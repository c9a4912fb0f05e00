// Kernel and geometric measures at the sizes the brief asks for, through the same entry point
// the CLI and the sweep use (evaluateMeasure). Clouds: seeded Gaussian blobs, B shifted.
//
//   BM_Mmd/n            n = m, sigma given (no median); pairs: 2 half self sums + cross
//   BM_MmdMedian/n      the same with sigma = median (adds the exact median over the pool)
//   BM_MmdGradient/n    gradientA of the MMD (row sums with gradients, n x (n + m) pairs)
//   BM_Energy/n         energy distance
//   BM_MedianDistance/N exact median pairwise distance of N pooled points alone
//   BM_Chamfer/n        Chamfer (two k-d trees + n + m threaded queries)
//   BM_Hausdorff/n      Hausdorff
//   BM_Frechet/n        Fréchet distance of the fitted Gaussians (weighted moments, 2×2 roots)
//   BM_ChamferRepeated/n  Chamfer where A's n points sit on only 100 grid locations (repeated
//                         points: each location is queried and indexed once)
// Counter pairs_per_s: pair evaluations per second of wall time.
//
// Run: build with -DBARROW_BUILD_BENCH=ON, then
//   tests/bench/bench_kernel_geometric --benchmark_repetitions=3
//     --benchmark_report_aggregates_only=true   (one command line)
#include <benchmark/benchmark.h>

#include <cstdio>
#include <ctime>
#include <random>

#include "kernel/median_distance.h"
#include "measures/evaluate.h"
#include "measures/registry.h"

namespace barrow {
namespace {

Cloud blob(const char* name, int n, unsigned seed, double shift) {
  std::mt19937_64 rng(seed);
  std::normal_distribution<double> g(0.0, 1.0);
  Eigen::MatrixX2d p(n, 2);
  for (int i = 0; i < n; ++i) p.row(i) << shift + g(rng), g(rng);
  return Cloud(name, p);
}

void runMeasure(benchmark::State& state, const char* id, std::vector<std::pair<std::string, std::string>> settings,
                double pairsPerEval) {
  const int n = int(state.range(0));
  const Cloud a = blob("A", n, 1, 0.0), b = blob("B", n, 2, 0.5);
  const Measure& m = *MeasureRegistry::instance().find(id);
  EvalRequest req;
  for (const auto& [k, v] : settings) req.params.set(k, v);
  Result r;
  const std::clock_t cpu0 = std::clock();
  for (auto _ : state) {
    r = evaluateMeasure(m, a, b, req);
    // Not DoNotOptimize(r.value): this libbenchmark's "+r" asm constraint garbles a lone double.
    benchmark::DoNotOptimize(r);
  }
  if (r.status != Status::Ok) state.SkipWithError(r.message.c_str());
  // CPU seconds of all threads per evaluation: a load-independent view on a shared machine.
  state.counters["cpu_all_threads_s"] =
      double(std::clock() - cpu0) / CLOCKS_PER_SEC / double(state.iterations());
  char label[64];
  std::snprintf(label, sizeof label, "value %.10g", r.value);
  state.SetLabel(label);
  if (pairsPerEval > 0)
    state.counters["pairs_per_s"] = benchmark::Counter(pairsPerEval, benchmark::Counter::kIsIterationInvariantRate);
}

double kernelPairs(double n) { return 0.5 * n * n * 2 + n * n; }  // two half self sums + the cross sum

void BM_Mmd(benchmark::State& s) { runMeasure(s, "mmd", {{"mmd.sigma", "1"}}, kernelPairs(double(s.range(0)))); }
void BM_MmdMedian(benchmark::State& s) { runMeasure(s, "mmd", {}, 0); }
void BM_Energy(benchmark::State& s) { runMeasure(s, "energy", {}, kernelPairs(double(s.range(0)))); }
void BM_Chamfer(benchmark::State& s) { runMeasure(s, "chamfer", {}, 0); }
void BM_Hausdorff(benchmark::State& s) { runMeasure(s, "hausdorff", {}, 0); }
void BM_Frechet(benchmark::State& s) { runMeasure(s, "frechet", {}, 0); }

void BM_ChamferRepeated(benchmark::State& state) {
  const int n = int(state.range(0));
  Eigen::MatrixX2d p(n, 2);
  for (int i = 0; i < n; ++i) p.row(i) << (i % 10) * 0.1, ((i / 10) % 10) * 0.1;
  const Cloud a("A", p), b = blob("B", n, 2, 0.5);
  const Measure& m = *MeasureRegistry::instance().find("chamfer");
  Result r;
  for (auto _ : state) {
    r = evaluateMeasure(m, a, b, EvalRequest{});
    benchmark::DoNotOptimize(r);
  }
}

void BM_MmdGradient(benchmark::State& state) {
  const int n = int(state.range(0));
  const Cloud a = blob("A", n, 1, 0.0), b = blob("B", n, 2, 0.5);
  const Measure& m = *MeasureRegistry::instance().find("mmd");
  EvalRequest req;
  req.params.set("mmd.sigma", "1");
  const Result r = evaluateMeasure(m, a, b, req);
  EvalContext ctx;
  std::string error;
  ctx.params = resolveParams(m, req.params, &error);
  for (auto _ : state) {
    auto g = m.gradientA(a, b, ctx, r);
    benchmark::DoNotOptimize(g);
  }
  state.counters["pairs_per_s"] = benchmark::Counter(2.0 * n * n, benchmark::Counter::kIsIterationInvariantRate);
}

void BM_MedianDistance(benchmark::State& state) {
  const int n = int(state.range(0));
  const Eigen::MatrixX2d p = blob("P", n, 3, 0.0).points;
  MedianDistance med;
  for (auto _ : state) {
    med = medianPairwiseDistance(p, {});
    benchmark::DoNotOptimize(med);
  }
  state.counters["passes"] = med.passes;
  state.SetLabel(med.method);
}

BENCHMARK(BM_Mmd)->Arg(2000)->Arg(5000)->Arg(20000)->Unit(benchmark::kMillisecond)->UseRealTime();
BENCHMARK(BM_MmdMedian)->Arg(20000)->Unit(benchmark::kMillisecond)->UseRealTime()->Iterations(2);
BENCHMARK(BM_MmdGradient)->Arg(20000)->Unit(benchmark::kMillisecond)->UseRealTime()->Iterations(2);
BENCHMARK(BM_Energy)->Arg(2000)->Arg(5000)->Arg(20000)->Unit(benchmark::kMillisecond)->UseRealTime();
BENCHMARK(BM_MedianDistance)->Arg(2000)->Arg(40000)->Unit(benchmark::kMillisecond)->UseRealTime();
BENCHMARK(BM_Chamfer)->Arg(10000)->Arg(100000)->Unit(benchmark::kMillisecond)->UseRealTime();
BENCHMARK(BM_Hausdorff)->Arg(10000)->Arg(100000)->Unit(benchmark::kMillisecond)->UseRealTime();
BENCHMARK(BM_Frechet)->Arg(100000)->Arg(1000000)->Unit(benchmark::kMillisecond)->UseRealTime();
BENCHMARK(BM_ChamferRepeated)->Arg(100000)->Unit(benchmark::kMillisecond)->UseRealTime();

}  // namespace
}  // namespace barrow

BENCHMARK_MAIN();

## What the task asks
Print each line above exactly as it stands.

## Response below
repository c9a4912fb0f05e00
// Kernel and geometric measures at the sizes the brief asks for, through the same entry point
// the CLI and the sweep use (evaluateMeasure). Clouds: seeded Gaussian blobs, B shifted.
//
//   BM_Mmd/n            n = m, sigma given (no median); pairs: 2 half self sums + cross
//   BM_MmdMedian/n      the same with sigma = median (adds the exact median over the pool)
//   BM_MmdGradient/n    gradientA of the MMD (row sums with gradients, n x (n + m) pairs)
//   BM_Energy/n         energy distance
//   BM_MedianDistance/N exact median pairwise distance of N pooled points alone
//   BM_Chamfer/n        Chamfer (two k-d trees + n + m threaded queries)
//   BM_Hausdorff/n      Hausdorff
//   BM_Frechet/n        Fréchet distance of the fitted Gaussians (weighted moments, 2×2 roots)
//   BM_ChamferRepeated/n  Chamfer where A's n points sit on only 100 grid locations (repeated
//                         points: each location is queried and indexed once)
// Counter pairs_per_s: pair evaluations per second of wall time.
//
// Run: build with -DBARROW_BUILD_BENCH=ON, then
//   tests/bench/bench_kernel_geometric --benchmark_repetitions=3
//     --benchmark_report_aggregates_only=true   (one command line)
#include <benchmark/benchmark.h>

#include <cstdio>
#include <ctime>
#include <random>

#include "kernel/median_distance.h"
#include "measures/evaluate.h"
#include "measures/registry.h"

namespace barrow {
namespace {

Cloud blob(const char* name, int n, unsigned seed, double shift) {
  std::mt19937_64 rng(seed);
  std::normal_distribution<double> g(0.0, 1.0);
  Eigen::MatrixX2d p(n, 2);
  for (int i = 0; i < n; ++i) p.row(i) << shift + g(rng), g(rng);
  return Cloud(name, p);
}

void runMeasure(benchmark::State& state, const char* id, std::vector<std::pair<std::string, std::string>> settings,
                double pairsPerEval) {
  const int n = int(state.range(0));
  const Cloud a = blob("A", n, 1, 0.0), b = blob("B", n, 2, 0.5);
  const Measure& m = *MeasureRegistry::instance().find(id);
  EvalRequest req;
  for (const auto& [k, v] : settings) req.params.set(k, v);
  Result r;
  const std::clock_t cpu0 = std::clock();
  for (auto _ : state) {
    r = evaluateMeasure(m, a, b, req);
    // Not DoNotOptimize(r.value): this libbenchmark's "+r" asm constraint garbles a lone double.
    benchmark::DoNotOptimize(r);
  }
  if (r.status != Status::Ok) state.SkipWithError(r.message.c_str());
  // CPU seconds of all threads per evaluation: a load-independent view on a shared machine.
  state.counters["cpu_all_threads_s"] =
      double(std::clock() - cpu0) / CLOCKS_PER_SEC / double(state.iterations());
  char label[64];
  std::snprintf(label, sizeof label, "value %.10g", r.value);
  state.SetLabel(label);
  if (pairsPerEval > 0)
    state.counters["pairs_per_s"] = benchmark::Counter(pairsPerEval, benchmark::Counter::kIsIterationInvariantRate);
}

double kernelPairs(double n) { return 0.5 * n * n * 2 + n * n; }  // two half self sums + the cross sum

void BM_Mmd(benchmark::State& s) { runMeasure(s, "mmd", {{"mmd.sigma", "1"}}, kernelPairs(double(s.range(0)))); }
void BM_MmdMedian(benchmark::State& s) { runMeasure(s, "mmd", {}, 0); }
void BM_Energy(benchmark::State& s) { runMeasure(s, "energy", {}, kernelPairs(double(s.range(0)))); }
void BM_Chamfer(benchmark::State& s) { runMeasure(s, "chamfer", {}, 0); }
void BM_Hausdorff(benchmark::State& s) { runMeasure(s, "hausdorff", {}, 0); }
void BM_Frechet(benchmark::State& s) { runMeasure(s, "frechet", {}, 0); }

void BM_ChamferRepeated(benchmark::State& state) {
  const int n = int(state.range(0));
  Eigen::MatrixX2d p(n, 2);
  for (int i = 0; i < n; ++i) p.row(i) << (i % 10) * 0.1, ((i / 10) % 10) * 0.1;
  const Cloud a("A", p), b = blob("B", n, 2, 0.5);
  const Measure& m = *MeasureRegistry::instance().find("chamfer");
  Result r;
  for (auto _ : state) {
    r = evaluateMeasure(m, a, b, EvalRequest{});
    benchmark::DoNotOptimize(r);
  }
}

void BM_MmdGradient(benchmark::State& state) {
  const int n = int(state.range(0));
  const Cloud a = blob("A", n, 1, 0.0), b = blob("B", n, 2, 0.5);
  const Measure& m = *MeasureRegistry::instance().find("mmd");
  EvalRequest req;
  req.params.set("mmd.sigma", "1");
  const Result r = evaluateMeasure(m, a, b, req);
  EvalContext ctx;
  std::string error;
  ctx.params = resolveParams(m, req.params, &error);
  for (auto _ : state) {
    auto g = m.gradientA(a, b, ctx, r);
    benchmark::DoNotOptimize(g);
  }
  state.counters["pairs_per_s"] = benchmark::Counter(2.0 * n * n, benchmark::Counter::kIsIterationInvariantRate);
}

void BM_MedianDistance(benchmark::State& state) {
  const int n = int(state.range(0));
  const Eigen::MatrixX2d p = blob("P", n, 3, 0.0).points;
  MedianDistance med;
  for (auto _ : state) {
    med = medianPairwiseDistance(p, {});
    benchmark::DoNotOptimize(med);
  }
  state.counters["passes"] = med.passes;
  state.SetLabel(med.method);
}

BENCHMARK(BM_Mmd)->Arg(2000)->Arg(5000)->Arg(20000)->Unit(benchmark::kMillisecond)->UseRealTime();
BENCHMARK(BM_MmdMedian)->Arg(20000)->Unit(benchmark::kMillisecond)->UseRealTime()->Iterations(2);
BENCHMARK(BM_MmdGradient)->Arg(20000)->Unit(benchmark::kMillisecond)->UseRealTime()->Iterations(2);
BENCHMARK(BM_Energy)->Arg(2000)->Arg(5000)->Arg(20000)->Unit(benchmark::kMillisecond)->UseRealTime();
BENCHMARK(BM_MedianDistance)->Arg(2000)->Arg(40000)->Unit(benchmark::kMillisecond)->UseRealTime();
BENCHMARK(BM_Chamfer)->Arg(10000)->Arg(100000)->Unit(benchmark::kMillisecond)->UseRealTime();
BENCHMARK(BM_Hausdorff)->Arg(10000)->Arg(100000)->Unit(benchmark::kMillisecond)->UseRealTime();
BENCHMARK(BM_Frechet)->Arg(100000)->Arg(1000000)->Unit(benchmark::kMillisecond)->UseRealTime();
BENCHMARK(BM_ChamferRepeated)->Arg(100000)->Unit(benchmark::kMillisecond)->UseRealTime();

}  // namespace
}  // namespace barrow

BENCHMARK_MAIN();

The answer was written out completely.